What else it could be?
Dear Dr Ahmed,
Do you ask about non-HLA antigens? (as it will be associated with positive CDC and flow cytometry crossmatch. Meanwhile, No detected DSA by Solid-phase assay, which is only specific for HLA antigens)
Other possibilities as summarized in the attached table with a red arrow marking the situation with negative antibody detection by solid-phase assay while there is positive flow cytometry crossmatch (1). causes include:
– Non-HLA antibodies.
– Antibodies against specific loci which were not listed by the DSA assay kits.
– Newly formed DSA which were absent in the last serum examined for DSA (a new event that led to sensitization).
References:
1) Melissa Y Yeung. Kidney transplantation in adults: Overview of HLA sensitization and crossmatch testing. © 2021 UpToDate. (Accessed on 7 December 2021)

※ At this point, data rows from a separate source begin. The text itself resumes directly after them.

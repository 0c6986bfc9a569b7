/**
 * The combiner's inputs for stacking: each member's output — K class probabilities, or one value —
 * followed by the pass-through numeric features, as one n × p row-major matrix.
 */
import { errors } from '../../errors.js';
import type { Frame } from '../../table/frame.js';
import type { Predictions } from '../model.js';

/** Columns per member: K for classes, 1 for numbers. */
export function memberWidth(pred: Predictions): number {
  return pred.task === 'classification' ? pred.classes.length : 1;
}

/**
 * Write member `j`'s predictions for rows `rows` (or all rows) into `X` (p columns).
 * @example
 * writeMemberColumns(X, p, 0, preds, K, testRows);
 */
export function writeMemberColumns(X: Float64Array, p: number, col: number, pred: Predictions, width: number, rows: ArrayLike<number> | null): void {
  const m = rows ? rows.length : pred.n;
  for (let j = 0; j < m; j++) {
    const i = rows ? rows[j] : j;
    if (width === 1) X[i * p + col] = pred.value[j];
    else for (let k = 0; k < width; k++) X[i * p + col + k] = pred.proba[j * width + k];
  }
}

/**
 * Copy numeric features `names` of `frame` into columns `col..` of `X`.
 * @example
 * writePassThrough(X, p, 6, frame, ['tenure']);
 */
export function writePassThrough(X: Float64Array, p: number, col: number, frame: Frame, names: readonly string[]): void {
  names.forEach((name, j) => {
    const c = frame.columns.find((cc) => cc.name === name);
    if (!c) throw errors.missingColumn(name, 'the table');
    if (c.kind === 'categorical') throw errors.badOption('passThrough', name, 'numeric feature names');
    for (let i = 0; i < frame.nRows; i++) X[i * p + col + j] = c.values[i];
  });
}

Low level class II antibodies due to high concentrations of class II HLA antigens in T Cells
Wrong as T cells have only class I antigens.
Non-HLA antibodies
Right.
Low level class I antibodies due to high concentration of class II HLA antigens in T Cells
Wrong as T cell have only class I antigens
Technical error
Right. As T cells have class I antigens and B cells have both class I and II antigens ,positive T cell and negative B cell FCXM can be a technical error
May need aggressive induction
Since DSA is negative ,Induction with ATG and maintenance with Tac, MMF and Prednisolone.
Other causes of a positive T cell and negative B cell crossmatch
1)differential expression of HLA class I antigens like Cw, A, B on T and B cells .
2)aberrant expression of HLA class I on B cells
3)impaired binding of anti HLA antibodies.
4) Higher CS used to classify a B cell FCXM.
5)Pronase treatment used for FCXM may unmask cryptic epitopes on T cells leading to false positive T cell FCXM.
6)autoantibody against T cell( ruled out by negative auto cross match)
7)source of cells( HLA class I expression is lower on B cells isolated from deceased donor blood compared to B cells isolated from spleen, lymph node or B cells isolated from living donor blood.